Exercise details ▸
Scan the lines below for the word "integral". Copy each line you find it in.

Collection entries ▸
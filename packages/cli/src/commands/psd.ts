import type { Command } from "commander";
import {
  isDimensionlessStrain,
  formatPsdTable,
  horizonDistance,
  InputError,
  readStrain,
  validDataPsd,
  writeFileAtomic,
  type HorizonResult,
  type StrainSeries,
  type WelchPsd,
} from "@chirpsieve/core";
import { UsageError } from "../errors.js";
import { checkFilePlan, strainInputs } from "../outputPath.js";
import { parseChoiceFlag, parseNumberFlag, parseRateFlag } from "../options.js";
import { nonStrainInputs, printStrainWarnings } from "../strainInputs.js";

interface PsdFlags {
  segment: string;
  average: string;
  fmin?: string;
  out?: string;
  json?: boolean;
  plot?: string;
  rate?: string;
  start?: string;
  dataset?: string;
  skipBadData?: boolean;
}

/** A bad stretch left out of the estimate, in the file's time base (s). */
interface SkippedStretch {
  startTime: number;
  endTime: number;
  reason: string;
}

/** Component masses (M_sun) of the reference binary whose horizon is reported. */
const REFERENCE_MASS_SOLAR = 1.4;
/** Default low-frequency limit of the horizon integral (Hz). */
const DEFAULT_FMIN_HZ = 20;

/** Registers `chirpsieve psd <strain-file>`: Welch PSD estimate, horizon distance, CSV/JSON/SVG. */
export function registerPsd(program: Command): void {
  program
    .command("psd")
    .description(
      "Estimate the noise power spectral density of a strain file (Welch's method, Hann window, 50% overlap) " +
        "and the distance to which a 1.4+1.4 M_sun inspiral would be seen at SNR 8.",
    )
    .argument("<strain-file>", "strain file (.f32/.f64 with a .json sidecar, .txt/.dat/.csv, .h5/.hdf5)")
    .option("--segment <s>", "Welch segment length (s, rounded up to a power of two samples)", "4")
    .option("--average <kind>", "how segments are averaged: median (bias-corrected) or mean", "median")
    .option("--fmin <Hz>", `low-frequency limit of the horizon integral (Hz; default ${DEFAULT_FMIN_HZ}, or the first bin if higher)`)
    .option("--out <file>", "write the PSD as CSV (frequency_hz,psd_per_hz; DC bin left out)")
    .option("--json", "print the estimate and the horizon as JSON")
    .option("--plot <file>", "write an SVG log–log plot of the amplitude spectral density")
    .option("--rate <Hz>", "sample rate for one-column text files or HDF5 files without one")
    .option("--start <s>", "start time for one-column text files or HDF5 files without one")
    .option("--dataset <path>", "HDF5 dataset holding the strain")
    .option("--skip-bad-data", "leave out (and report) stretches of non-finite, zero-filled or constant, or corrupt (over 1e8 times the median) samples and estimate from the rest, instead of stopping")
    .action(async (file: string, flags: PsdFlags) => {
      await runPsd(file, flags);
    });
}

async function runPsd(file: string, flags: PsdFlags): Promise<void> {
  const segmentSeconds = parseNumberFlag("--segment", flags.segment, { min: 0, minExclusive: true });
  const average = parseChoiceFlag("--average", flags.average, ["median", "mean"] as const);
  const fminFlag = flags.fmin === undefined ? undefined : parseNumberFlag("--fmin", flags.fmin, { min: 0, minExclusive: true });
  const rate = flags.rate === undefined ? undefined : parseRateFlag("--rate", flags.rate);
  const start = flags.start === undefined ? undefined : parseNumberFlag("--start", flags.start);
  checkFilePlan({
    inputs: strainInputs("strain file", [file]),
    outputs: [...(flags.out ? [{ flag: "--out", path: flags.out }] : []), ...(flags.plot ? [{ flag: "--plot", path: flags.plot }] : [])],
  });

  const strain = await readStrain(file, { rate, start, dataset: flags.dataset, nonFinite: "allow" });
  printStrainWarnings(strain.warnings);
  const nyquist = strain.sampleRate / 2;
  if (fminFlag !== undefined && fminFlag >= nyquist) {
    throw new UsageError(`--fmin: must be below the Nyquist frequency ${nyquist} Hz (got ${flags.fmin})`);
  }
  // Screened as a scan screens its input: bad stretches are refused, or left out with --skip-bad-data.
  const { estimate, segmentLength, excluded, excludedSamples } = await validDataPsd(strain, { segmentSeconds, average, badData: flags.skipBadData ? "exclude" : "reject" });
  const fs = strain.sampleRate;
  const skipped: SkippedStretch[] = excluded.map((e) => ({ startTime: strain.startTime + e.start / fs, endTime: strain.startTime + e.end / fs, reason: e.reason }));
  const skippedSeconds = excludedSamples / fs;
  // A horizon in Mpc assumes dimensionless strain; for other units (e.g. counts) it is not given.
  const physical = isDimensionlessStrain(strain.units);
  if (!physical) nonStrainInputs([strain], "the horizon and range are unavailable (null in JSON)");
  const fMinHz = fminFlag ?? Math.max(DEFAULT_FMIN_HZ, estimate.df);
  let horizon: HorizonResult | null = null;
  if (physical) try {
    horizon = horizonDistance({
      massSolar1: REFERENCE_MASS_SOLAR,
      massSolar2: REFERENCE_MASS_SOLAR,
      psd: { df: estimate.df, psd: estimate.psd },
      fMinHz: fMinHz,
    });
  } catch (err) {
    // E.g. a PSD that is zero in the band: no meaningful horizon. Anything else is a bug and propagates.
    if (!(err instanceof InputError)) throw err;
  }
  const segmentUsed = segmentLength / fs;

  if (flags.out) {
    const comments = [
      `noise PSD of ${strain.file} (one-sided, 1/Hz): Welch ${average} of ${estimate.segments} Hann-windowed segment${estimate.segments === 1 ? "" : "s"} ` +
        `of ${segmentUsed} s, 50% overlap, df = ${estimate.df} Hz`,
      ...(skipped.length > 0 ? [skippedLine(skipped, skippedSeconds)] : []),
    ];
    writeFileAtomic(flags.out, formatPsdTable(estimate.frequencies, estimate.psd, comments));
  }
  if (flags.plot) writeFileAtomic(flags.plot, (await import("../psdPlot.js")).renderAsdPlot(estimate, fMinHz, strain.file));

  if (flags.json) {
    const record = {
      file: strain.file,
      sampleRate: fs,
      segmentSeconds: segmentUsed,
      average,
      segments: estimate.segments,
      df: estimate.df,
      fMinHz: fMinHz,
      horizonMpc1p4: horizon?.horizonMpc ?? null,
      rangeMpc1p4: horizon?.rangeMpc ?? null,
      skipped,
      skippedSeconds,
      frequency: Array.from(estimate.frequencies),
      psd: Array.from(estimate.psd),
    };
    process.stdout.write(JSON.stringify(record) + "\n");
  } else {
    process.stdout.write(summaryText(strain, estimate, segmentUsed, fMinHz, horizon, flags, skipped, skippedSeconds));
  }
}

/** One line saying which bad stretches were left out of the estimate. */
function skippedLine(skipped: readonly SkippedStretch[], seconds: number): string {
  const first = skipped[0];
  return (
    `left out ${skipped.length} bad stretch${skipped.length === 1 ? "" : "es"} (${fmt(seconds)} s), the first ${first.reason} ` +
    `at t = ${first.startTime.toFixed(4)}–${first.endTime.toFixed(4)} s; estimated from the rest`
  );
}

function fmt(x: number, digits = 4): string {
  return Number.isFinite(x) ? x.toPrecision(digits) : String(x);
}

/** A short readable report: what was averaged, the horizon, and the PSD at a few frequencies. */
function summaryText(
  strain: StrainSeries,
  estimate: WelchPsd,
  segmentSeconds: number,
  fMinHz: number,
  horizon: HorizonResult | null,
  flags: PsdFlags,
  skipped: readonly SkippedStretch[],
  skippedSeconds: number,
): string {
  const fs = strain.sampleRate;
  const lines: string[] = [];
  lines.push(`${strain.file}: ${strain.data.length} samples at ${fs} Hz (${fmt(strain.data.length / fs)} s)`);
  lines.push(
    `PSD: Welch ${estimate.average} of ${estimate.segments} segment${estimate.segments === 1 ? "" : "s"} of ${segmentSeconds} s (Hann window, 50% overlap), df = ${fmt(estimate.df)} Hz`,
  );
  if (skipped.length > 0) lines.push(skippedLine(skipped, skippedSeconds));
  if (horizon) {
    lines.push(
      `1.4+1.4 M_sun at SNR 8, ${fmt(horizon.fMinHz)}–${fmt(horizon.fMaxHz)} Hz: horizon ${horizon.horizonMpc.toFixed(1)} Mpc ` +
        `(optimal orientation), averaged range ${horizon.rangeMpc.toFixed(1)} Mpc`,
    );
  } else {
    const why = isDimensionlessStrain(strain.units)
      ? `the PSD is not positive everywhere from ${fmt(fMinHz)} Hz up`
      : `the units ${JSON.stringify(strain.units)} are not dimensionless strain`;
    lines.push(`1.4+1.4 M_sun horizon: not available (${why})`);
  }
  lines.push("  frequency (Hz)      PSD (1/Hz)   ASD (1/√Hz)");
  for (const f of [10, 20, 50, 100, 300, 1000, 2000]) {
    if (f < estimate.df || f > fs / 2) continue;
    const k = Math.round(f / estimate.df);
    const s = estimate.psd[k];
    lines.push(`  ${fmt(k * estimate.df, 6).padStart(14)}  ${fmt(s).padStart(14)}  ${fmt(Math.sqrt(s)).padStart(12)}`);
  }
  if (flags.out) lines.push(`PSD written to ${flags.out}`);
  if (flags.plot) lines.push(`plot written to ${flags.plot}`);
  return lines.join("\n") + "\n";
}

Solved exercise ▸
/** Default low-frequency limit of the horizon integral (Hz). */
    .option("--fmin <Hz>", `low-frequency limit of the horizon integral (Hz; default ${DEFAULT_FMIN_HZ}, or the first bin if higher)`)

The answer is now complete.